▶ _TASK TO CARRY OUT_: Records follow. Select each line holding "contrast".

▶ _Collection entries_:
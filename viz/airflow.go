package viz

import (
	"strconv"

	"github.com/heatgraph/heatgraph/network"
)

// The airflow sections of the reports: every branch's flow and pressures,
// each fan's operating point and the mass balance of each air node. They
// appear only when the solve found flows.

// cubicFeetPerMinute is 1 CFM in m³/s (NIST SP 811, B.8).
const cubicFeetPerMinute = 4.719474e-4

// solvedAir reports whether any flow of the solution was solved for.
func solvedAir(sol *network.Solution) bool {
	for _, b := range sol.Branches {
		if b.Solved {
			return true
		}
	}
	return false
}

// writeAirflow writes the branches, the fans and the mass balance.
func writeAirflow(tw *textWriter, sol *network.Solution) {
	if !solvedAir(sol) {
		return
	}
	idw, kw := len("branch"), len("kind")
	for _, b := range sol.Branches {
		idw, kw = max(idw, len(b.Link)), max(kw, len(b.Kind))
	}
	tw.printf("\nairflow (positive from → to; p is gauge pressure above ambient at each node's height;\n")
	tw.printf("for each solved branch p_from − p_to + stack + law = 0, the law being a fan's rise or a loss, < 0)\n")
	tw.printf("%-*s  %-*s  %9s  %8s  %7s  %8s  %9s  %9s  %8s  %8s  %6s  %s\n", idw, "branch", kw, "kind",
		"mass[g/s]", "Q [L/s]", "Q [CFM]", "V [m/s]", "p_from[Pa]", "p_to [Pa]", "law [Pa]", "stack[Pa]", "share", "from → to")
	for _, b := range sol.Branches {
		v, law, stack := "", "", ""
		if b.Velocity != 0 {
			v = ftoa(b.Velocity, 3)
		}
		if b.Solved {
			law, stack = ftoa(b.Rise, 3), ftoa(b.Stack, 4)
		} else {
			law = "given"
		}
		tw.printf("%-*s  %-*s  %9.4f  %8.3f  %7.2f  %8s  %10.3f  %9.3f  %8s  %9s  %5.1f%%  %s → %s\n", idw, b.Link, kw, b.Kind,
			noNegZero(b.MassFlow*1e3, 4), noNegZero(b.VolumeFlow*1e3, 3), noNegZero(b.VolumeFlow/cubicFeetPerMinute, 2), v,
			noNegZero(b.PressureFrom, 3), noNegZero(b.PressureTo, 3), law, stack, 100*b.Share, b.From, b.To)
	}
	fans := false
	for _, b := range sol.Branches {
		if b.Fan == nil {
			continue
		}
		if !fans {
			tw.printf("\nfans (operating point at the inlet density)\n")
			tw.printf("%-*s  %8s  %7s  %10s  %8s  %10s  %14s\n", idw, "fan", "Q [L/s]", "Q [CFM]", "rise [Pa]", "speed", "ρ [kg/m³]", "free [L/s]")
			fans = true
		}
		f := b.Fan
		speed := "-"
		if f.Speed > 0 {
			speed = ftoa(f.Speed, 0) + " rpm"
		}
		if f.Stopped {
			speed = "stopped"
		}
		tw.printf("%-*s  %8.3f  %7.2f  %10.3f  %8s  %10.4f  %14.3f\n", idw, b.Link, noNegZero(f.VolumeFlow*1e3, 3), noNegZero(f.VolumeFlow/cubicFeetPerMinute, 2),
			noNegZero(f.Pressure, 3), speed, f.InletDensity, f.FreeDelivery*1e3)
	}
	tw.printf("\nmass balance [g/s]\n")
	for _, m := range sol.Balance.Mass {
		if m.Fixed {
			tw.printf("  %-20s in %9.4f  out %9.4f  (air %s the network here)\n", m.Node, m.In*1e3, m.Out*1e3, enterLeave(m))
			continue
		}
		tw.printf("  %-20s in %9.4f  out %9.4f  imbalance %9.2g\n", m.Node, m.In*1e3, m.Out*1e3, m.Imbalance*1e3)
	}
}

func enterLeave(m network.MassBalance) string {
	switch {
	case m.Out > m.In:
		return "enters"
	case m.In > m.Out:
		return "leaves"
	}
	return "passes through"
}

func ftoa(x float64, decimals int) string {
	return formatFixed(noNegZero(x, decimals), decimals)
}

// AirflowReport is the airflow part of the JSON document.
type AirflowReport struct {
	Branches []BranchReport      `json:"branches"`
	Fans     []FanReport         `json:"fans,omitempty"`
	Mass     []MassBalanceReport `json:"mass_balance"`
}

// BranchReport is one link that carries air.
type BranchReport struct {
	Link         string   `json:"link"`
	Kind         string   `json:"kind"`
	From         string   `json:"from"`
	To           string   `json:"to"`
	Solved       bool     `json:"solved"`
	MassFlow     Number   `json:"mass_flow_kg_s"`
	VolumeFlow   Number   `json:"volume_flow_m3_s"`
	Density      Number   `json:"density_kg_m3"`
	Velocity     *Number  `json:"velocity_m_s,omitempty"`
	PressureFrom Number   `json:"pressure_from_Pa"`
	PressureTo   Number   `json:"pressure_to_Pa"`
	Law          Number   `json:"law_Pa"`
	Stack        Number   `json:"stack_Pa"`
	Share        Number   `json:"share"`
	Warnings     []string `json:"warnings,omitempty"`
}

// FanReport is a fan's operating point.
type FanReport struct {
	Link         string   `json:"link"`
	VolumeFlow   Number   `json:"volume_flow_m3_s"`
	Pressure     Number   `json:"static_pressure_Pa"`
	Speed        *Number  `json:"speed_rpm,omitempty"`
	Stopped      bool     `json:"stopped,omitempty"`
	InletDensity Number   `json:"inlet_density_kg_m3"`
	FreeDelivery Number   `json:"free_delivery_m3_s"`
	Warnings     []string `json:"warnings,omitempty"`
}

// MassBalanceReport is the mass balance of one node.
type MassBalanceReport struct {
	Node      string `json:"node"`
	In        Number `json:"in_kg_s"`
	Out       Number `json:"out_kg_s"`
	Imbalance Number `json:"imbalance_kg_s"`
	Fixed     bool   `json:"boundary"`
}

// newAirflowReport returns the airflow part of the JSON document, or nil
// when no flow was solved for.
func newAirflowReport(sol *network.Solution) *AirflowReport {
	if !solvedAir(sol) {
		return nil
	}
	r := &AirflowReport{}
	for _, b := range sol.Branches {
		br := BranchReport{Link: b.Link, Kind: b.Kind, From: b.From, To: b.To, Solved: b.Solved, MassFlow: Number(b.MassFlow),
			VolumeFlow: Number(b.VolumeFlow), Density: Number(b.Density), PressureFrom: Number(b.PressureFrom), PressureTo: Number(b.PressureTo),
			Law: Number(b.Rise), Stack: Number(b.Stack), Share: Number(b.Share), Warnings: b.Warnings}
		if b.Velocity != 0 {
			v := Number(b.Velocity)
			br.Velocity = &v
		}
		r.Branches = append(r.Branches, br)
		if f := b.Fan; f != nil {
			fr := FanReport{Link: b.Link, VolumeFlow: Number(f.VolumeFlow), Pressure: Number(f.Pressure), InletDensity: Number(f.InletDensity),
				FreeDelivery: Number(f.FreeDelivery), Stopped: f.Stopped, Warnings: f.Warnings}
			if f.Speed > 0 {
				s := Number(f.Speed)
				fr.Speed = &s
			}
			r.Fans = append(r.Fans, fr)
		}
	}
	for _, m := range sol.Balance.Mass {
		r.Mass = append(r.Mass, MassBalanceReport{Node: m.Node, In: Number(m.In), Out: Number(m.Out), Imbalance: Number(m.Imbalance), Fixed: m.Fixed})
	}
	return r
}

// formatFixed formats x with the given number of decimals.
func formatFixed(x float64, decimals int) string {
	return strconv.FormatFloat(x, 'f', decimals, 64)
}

* * *

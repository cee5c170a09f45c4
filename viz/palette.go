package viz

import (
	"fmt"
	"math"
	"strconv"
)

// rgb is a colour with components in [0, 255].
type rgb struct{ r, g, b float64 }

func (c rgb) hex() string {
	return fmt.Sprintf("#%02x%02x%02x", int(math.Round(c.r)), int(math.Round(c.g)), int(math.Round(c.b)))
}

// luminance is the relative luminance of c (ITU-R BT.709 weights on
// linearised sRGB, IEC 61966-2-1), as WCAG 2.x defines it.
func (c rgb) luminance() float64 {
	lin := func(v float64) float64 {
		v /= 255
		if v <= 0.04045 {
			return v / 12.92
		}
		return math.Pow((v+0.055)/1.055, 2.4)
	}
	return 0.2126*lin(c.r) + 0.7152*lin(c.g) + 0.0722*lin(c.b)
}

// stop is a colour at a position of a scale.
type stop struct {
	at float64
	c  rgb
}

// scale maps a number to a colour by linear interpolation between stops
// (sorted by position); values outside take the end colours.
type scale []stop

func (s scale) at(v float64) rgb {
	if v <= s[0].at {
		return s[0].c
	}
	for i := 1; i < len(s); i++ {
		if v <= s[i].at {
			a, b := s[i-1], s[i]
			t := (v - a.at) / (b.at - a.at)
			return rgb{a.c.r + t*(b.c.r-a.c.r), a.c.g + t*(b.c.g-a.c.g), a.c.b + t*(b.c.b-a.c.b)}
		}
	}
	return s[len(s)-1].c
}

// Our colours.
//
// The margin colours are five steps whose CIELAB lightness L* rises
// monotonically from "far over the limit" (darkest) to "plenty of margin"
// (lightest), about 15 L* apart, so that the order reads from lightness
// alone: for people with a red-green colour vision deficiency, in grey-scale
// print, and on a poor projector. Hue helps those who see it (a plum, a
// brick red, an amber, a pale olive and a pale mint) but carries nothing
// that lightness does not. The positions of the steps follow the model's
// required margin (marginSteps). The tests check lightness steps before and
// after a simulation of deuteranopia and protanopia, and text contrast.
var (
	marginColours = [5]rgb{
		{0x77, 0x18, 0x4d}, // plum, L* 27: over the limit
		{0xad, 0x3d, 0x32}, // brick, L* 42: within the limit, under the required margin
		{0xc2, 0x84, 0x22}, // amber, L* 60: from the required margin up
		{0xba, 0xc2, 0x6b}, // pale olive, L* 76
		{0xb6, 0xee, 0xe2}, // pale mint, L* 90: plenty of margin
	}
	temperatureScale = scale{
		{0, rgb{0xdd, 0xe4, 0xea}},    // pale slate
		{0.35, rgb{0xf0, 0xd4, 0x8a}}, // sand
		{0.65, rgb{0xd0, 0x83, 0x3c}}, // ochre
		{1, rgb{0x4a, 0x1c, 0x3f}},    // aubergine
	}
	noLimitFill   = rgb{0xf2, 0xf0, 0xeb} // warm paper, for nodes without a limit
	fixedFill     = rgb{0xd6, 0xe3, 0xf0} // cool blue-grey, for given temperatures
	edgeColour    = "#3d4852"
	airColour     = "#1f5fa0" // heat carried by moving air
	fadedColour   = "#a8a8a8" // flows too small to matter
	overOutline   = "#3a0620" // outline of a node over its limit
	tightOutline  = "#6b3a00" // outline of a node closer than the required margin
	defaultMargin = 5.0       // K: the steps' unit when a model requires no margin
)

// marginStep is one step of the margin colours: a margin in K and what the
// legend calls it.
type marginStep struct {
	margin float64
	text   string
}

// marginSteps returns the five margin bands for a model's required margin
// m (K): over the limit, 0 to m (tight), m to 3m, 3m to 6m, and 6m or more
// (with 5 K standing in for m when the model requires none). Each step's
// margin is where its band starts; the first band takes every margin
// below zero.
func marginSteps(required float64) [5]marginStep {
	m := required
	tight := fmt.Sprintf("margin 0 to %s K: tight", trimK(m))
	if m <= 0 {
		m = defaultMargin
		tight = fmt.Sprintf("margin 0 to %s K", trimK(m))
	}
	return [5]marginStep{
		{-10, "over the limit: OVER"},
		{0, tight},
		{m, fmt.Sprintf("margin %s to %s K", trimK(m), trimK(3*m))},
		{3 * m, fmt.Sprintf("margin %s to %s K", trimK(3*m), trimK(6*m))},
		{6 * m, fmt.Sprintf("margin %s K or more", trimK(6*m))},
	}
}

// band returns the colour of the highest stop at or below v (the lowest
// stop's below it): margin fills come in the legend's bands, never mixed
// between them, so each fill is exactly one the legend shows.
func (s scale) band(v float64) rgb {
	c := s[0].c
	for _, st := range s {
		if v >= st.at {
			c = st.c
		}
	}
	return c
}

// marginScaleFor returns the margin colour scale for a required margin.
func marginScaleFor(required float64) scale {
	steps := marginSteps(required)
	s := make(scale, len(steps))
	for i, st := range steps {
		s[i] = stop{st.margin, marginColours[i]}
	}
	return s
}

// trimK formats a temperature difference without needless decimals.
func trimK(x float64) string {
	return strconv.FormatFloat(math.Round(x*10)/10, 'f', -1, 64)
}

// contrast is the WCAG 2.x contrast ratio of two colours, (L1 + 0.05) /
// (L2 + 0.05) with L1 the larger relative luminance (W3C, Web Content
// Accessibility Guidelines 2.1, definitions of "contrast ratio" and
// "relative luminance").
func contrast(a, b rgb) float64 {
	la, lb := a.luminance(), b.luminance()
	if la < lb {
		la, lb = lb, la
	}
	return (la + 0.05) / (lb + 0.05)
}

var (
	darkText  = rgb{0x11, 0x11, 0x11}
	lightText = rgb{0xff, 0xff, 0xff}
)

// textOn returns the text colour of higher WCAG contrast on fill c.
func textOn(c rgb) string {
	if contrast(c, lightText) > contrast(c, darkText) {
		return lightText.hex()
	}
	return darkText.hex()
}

▶ _WRITTEN SOLUTION_:
// after a simulation of deuteranopia and protanopia, and text contrast.
// contrast is the WCAG 2.x contrast ratio of two colours, (L1 + 0.05) /
// Accessibility Guidelines 2.1, definitions of "contrast ratio" and
func contrast(a, b rgb) float64 {
// textOn returns the text colour of higher WCAG contrast on fill c.
	if contrast(c, lightText) > contrast(c, darkText) {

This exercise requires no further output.